4. Can't overemphasize "*Sneak up on it"*.
5. Paring blocks are a helpful aid to keep everything 90. You said your chisels are sharp, but are the backs flat? You will find out quickly how crucial this is when you use a paring block.
6. Chiselling technique. Holding chisels by the bottom + having good lighting.

The rest is mental. Many a time I put of joinery because something just didn't "feel right". Can't explain it, but I know what days I shouldn't be doing joinery LOL and clean up the shop instead.

I would get a decent set of chisels, review the sharpening, watch some videos, put on your favorite music, and get some practice boards.

Hope this helps.


----------



## Kirk650 (May 8, 2016)

Yes, rwe2156 is so right. And what he said about putting off some joinery when "it doesn't feel right" works for me too. I have to be in the right mood to go slow and careful.

And yes, get some good chisels and get them real sharp.


----------



## johnstoneb (Jun 14, 2012)

The chisels you have will work fine. They just won't hold an edge as long as some of the "better" chisels. You will just have to sharpen more often and get a good strop, running an edge against a strop will renew the edge and extend time between sharpening. practice, practice, practice and sneak up on the fit.


----------



## JBrow (Nov 18, 2015)

trevor7428,

I agree with what has already been said with a few more thoughts.

If you have not already done so when you first got the Craftsman chisels, I suggest flattening their backs. Not only will the flat back of a chisel help arrive at a sharp cutting edge, but it also can result in a better referencing surface that can help produce truer cuts.

I believe that pushing the chisel through a cut allows for better control than tapping the chisel with a mallet. Light cuts are needed when pushing the chisel. Using the weight of the upper body to add some additional force to the downward thrusts can be useful. However some loss of control of the path of the chisel is possible; less likely with more care and experience. Occasionally I rock the chisel back and forth slightly side-ways while at the same time keeping the back of the chisel pressed against a flat reference surface while applying driving pressure. I only rock the chisel once I am into the cut. I push the chisel straight-way at the beginning of the cut.
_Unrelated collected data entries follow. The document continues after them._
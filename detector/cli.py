"""The ``shotcheck`` command line.

``main(argv=None) -> int`` parses the arguments, runs one verb and returns the exit status:
0 success (and, for ``compare``, no fault indicated), 1 fault indicated, 2 input error. A
:class:`~detector._validation.ShotcheckError` or an unreadable file becomes one line on stderr and
exit status 2, never a traceback.
"""

from __future__ import annotations

import argparse
import json
import math
import sys
from collections.abc import Callable, Sequence
from typing import Any

from . import __version__
from ._validation import ShotcheckError

__all__ = ["main", "build_parser"]

PROG = "shotcheck"


def _json_default(obj: Any) -> Any:
    """Turn numpy scalars and arrays into JSON values; NaN/inf become null."""
    import numpy as np

    if isinstance(obj, np.generic):
        obj = obj.item()
    if isinstance(obj, np.ndarray):
        return obj.tolist()
    if isinstance(obj, float) and not math.isfinite(obj):
        return None
    raise TypeError(f"not JSON serialisable: {type(obj).__name__}")


def _clean(obj: Any) -> Any:
    """Replace non-finite floats by None recursively (JSON has no NaN)."""
    if isinstance(obj, float):
        return obj if math.isfinite(obj) else None
    if isinstance(obj, dict):
        return {k: _clean(v) for k, v in obj.items()}
    if isinstance(obj, list | tuple):
        return [_clean(v) for v in obj]
    return obj


def dumps(obj: Any) -> str:
    """JSON text of a result dictionary (NaN -> null, numpy -> Python)."""
    return json.dumps(_clean(obj), indent=2, default=_json_default)


# ---------------------------------------------------------------------------------------- waveshape
def _load_record(args: argparse.Namespace, path: str):
    from .formats import read

    return read(path, voltage_channel=args.voltage_channel, current_channel=args.current_channel)


def _fmt(value: Any, digits: int = 3) -> str:
    if value is None:
        return "-"
    if isinstance(value, bool):
        return "yes" if value else "no"
    if isinstance(value, float):
        return f"{value:.{digits}f}"
    return str(value)


def waveshape_table(d: dict[str, Any], source: str) -> str:
    """Readable table of a wave-shape result dictionary (the JSON of ``shotcheck waveshape --json``)."""
    rows = [
        ("wave kind", d.get("kind"), ""),
        ("polarity", d.get("polarity"), ""),
        ("test voltage", d.get("test_voltage_kV"), "kV"),
        ("extreme value", d.get("peak_kV"), "kV"),
        ("relative overshoot", d.get("overshoot_percent"), "%"),
        ("front time T1", d.get("front_time_us"), "us"),
        ("time to peak Tp", d.get("time_to_peak_us"), "us"),
        ("virtual origin O1", d.get("virtual_origin_us"), "us"),
        ("time to half-value T2", d.get("time_to_half_us"), "us"),
        ("time to chopping Tc", d.get("chopping_time_us"), "us"),
        ("within tolerance", d.get("within_tolerance"), ""),
    ]
    lines = [f"Wave shape of {source} (IEC 60060-1)"]
    for name, value, unit in rows:
        if value is None and name not in ("test voltage", "within tolerance"):
            continue
        lines.append(f"  {name:<24}{_fmt(value):>12} {unit}".rstrip())
    tol = d.get("tolerance") or {}
    failed = [k for k, v in tol.items() if isinstance(v, dict) and v.get("ok") is False]
    if failed:
        lines.append("  outside tolerance: " + ", ".join(failed))
    for w in d.get("warnings") or []:
        lines.append(f"  warning: {w}")
    return "\n".join(lines)


def _cmd_waveshape(args: argparse.Namespace) -> int:
    from .waveshape import evaluate_waveshape

    if args.example:
        from .data import example_record

        record = example_record(args.example)
        source = f"built-in example '{args.example}'"
    elif args.record:
        record = _load_record(args, args.record)
        source = args.record
    else:
        raise ShotcheckError("waveshape needs a RECORD file (or --example full|chopped)")
    kwargs: dict[str, Any] = {}
    if args.test_voltage_kV is not None:
        kwargs["specified_test_voltage_V"] = args.test_voltage_kV * 1e3
    if args.kind is not None:
        kwargs["kind"] = args.kind
    result = evaluate_waveshape(record, **kwargs).to_dict()
    if args.json:
        print(dumps(result))
    else:
        print(waveshape_table(result, source))
    return 0


# ---------------------------------------------------------------------------------------- parser
def _add_channel_options(p: argparse.ArgumentParser) -> None:
    p.add_argument("--voltage-channel", metavar="NAME|INDEX", default=None,
                   help="voltage channel by name or index when a file has several (default: first by unit)")
    p.add_argument("--current-channel", metavar="NAME|INDEX", default=None,
                   help="current channel by name or index when a file has several (default: first by unit)")


def build_parser() -> argparse.ArgumentParser:
    """Build the argument parser with every verb."""
    parser = argparse.ArgumentParser(
        prog=PROG,
        description="Second opinion on transformer lightning-impulse records: wave shape per IEC 60060-1 "
        "and comparison of reduced- and full-level shots. Output is advisory; the responsible engineer decides.",
    )
    parser.add_argument("--version", action="version", version=f"{PROG} {__version__}")
    sub = parser.add_subparsers(dest="verb", metavar="VERB", title="verbs")

    p = sub.add_parser("waveshape", help="IEC 60060-1 parameters of one record (T1, T2, Tc, test voltage)",
                       description="Evaluate the wave shape of one impulse record per IEC 60060-1:2010.")
    p.add_argument("record", nargs="?", metavar="RECORD", help="COMTRADE (.cfg/.cff) or CSV file")
    p.add_argument("--json", action="store_true", help="print JSON instead of a table")
    p.add_argument("--example", choices=("full", "chopped"), default=None,
                   help="evaluate a built-in example record instead of a file")
    p.add_argument("--kind", choices=("lightning_full", "lightning_chopped", "switching"), default=None,
                   help="wave kind (default: detected from the record)")
    p.add_argument("--test-voltage-kV", type=float, default=None, dest="test_voltage_kV",
                   help="specified test voltage in kV, for the +/-3 %% tolerance check")
    _add_channel_options(p)
    p.set_defaults(func=_cmd_waveshape)

    for name, module in _OPTIONAL_VERBS:
        _add_optional_verb(sub, name, module)
    return parser


#: verbs whose implementation lives in a module that registers its own sub-parser
_OPTIONAL_VERBS: list[tuple[str, str]] = [
    ("synth", "synthetic.synth_cli"),
]


def _add_optional_verb(sub: Any, name: str, module: str) -> None:
    import importlib

    try:
        mod = importlib.import_module(module)
    except ImportError:
        return
    mod.add_subparser(sub)


def main(argv: Sequence[str] | None = None) -> int:
    """Run the ``shotcheck`` command line.

    Parameters
    ----------
    argv : sequence of str, optional
        Arguments without the program name; default ``sys.argv[1:]``.

    Returns
    -------
    int
        Exit status: 0 success / no fault indicated, 1 fault indicated, 2 input error.
    """
    parser = build_parser()
    try:
        args = parser.parse_args(argv)
    except SystemExit as exc:  # argparse already printed its message
        return int(exc.code or 0)
    func: Callable[[argparse.Namespace], int] | None = getattr(args, "func", None)
    if func is None:
        parser.print_help()
        return 2
    try:
        return int(func(args))
    except ShotcheckError as exc:
        print(f"{PROG}: error: {exc}", file=sys.stderr)
        return 2
    except FileNotFoundError as exc:
        print(f"{PROG}: error: {exc.filename}: file not found", file=sys.stderr)
        return 2
    except IsADirectoryError as exc:
        print(f"{PROG}: error: {exc.filename}: is a folder, expected a file", file=sys.stderr)
        return 2
    except PermissionError as exc:
        print(f"{PROG}: error: {exc.filename}: permission denied", file=sys.stderr)
        return 2
    except KeyboardInterrupt:
        print(f"{PROG}: interrupted", file=sys.stderr)
        return 130


if __name__ == "__main__":  # pragma: no cover
    sys.exit(main())
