"""Small robust statistics on 1-D arrays, without numpy's general-purpose wrappers.

``np.median`` handles any axis, masked and object arrays; for the one-dimensional float arrays of a
comparison (about 60 medians per pair) its bookkeeping costs more than the selection itself. The
functions here give the same numbers to the last bit (a test checks it).
"""

from __future__ import annotations

import math

import numpy as np

__all__ = ["agreeing_onset", "median1d"]


def median1d(x: np.ndarray) -> float:
    """Median of a 1-D array, as ``np.median``: NaN if it holds a NaN or is empty.

    Parameters
    ----------
    x : numpy.ndarray
        One-dimensional float array (any unit; the result has the same unit).

    Returns
    -------
    float
    """
    a = np.asarray(x, dtype=np.float64).ravel()
    n = a.size
    if n == 0:
        return math.nan
    k = n // 2
    if n % 2:
        p = np.partition(a, (k, n - 1))  # NaN sorts last: partitioning the last place finds it
        return math.nan if math.isnan(p[-1]) else float(p[k])
    p = np.partition(a, (k - 1, k, n - 1))
    return math.nan if math.isnan(p[-1]) else float(0.5 * (p[k - 1] + p[k]))


def agreeing_onset(onsets: np.ndarray, *, agree_us: float = 0.05, count: int = 3) -> np.ndarray:
    """Earliest time at which ``count`` onsets of a row agree within ``agree_us``, NaN where none do.

    Parameters
    ----------
    onsets : numpy.ndarray, shape (n_rows, n_detectors)
        Onset times of independent detectors [us]; NaN where a detector saw nothing.
    agree_us : float
        Largest spread of the agreeing onsets [us].
    count : int
        Number of agreeing detectors (at least 1).

    Returns
    -------
    numpy.ndarray, shape (n_rows,)
        The earliest onset of the first agreeing group of each row [us].
    """
    C = np.sort(np.atleast_2d(np.asarray(onsets, dtype=np.float64)), axis=1)  # NaN sort last
    if C.shape[1] < count:
        return np.full(C.shape[0], np.nan)
    spread = C[:, count - 1:] - C[:, : C.shape[1] - count + 1]
    ok = np.isfinite(spread) & (spread <= agree_us)
    first = np.argmax(ok, axis=1)
    return np.where(ok.any(axis=1), C[np.arange(C.shape[0]), first], np.nan)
I find a narrower chisel gives me better control since less material is being removed and thus less force is required to drive the chisel. The less force needed to drive the chisel, the more likely the cut will be accurate. The chisels I most often use are the ½" and ¾" wide chisels. I find that I have a good balance of the force required to drive the chisel and accuracy.

The beveled edge of the chisel can drive the chisel off the cut line if the cut is too deep and too much wood exists on the bevel side. This is one reason a pairing cut can produce better results; the absence a too much wood on the bevel side. When unavoidable, shallow stab cuts followed by removing material in front of the bevel can help keep the chisel running true. If a lot of material must be removed, as in the through mortises on your project, the easiest approach (probably what you did) is remove most of the material at the drill press. But if using only the chisel, keeping well away from the defining marks of the mortise until the rough chisel work is done can leave a series of paring cuts that can take you accurately to the mortise marks.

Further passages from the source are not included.